- _Problem statement_
Could you output only the lines from the one containing "void interp_init(interp *I);" through the last line of the data, both included?

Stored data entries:
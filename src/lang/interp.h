/* The interpreter: global state, limits, and running programs. */
#ifndef PSIKAPPA_INTERP_H
#define PSIKAPPA_INTERP_H

#include <setjmp.h>
#include <stdio.h>

#include "ast.h"
#include "correlators/wk.h"
#include "env.h"
#include "output.h"
#include "keymap.h"
#include "scalar.h"
#include "sink.h"
#include "source.h"
#include "value.h"

/* Largest working precision of reals, in decimal digits (`precision D`, `--precision D`): as for
   decimal(), more would take minutes per function. */
#define REAL_MAX_DIGITS 100000

/* Guards against requests that would exhaust memory or run for hours; each
   has a command-line option to raise it. */
typedef struct interp_limits {
    double max_terms;      /* correlator terms of one integral (--max-terms) */
    double max_table;      /* memo entries of the correlator table, values of a list (--max-table) */
    slong max_class_terms; /* monomials of an expanded class expression */
    slong max_dim;         /* largest dimension 3g-3+n accepted */
    int max_depth;         /* nesting of user-function calls (--max-depth) */
    double max_seconds;    /* predicted running time of one request (--max-seconds) */
} interp_limits;

typedef struct interp {
    scalar_ring ring;
    scope *globals;
    wk_table *wk;            /* Witten-Kontsevich numbers computed so far */
    struct wk_kdv_table *wk_kdv; /* the same by the KdV recursion (--verify), created on first use */
    struct hodge_ctx *hodge; /* Hodge integrals computed so far (hodge_lang.c), created on first use */
    keymap integrals;        /* psi-kappa integrals computed so far */
    struct theta_table *theta_vir, *theta_kdv; /* Theta-psi numbers by two routes (theta_lang.c) */
    interp_limits lim;
    int depth;               /* current user-function call depth */
    double list_outer;       /* values that the seq lists being built hold per item of a new one (1 outside seq) */
    int explain_all;         /* print the reduction of every integral */
    struct volume_cache *volcache; /* volume polynomials asked so far (volume_cache.c) */
    slong real_digits;       /* working precision (decimal digits) of reals made by functions (precision D,
                                --precision D; 1 to REAL_MAX_DIGITS) */
    out_style style;
    fmpq *wpv;               /* normalised volumes V_{g,n}, g <= wpv_G, n <= wpv_N (fastvol.c) */
    slong wpv_G, wpv_N;
    int route_volumes;       /* send every recognised volume integral to the volume engine */
    int verify;              /* recompute by a second, independent route and compare (--verify: 1;
                                --verify=strict: 2, anything unchecked is an error) */
    struct verify_account *vacct; /* what --verify checked (verify_account.c) */
    struct store *store;     /* results store, opened on first use (results.c) */
    char *store_path;        /* --store PATH (owned), NULL for the default */
    int store_off;           /* --no-store, or the store could not be opened */
    int store_always;        /* store every answer, however cheap (tests) */         /* how values print (output statement, --format, --digits) */
    FILE *out;               /* the record being printed (sink_stream(&sink)) */
    sink sink;               /* standard output, written a whole record at a time */
    node_list **programs;    /* kept alive: function bodies point into them */
    source **sources;
    int nprograms;
    char **search;           /* --lib folders for load */
    int nsearch;
    char **loading;          /* canonical paths of scripts being loaded (a stack) */
    char **loading_names;    /* the same scripts as their paths were written, for messages */
    int nloading;
    char **loaded;           /* scripts already loaded, not loaded again */
    int nloaded;
    const node **warned;     /* integrals that have warned about their integrand (once each) */
    int nwarned;
} interp;

void interp_init(interp *I);
/* Routes FLINT's abort hook to the statement being run (call once). */
void interp_install_abort_handler(void);
void interp_clear(interp *I);

/* Parses and runs src (taking ownership of it). Returns 0 when every
   statement ran, 1 after reporting the first error; statements before the
   error have printed their results. */
int interp_run_source(interp *I, source *src);

/* Adds a folder to the search path of load (copied). */
void interp_add_search_dir(interp *I, const char *dir);

#endif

- _Response area_
void interp_init(interp *I);
/* Routes FLINT's abort hook to the statement being run (call once). */
void interp_install_abort_handler(void);
void interp_clear(interp *I);

/* Parses and runs src (taking ownership of it). Returns 0 when every
   statement ran, 1 after reporting the first error; statements before the
   error have printed their results. */
int interp_run_source(interp *I, source *src);

/* Adds a folder to the search path of load (copied). */
void interp_add_search_dir(interp *I, const char *dir);

#endif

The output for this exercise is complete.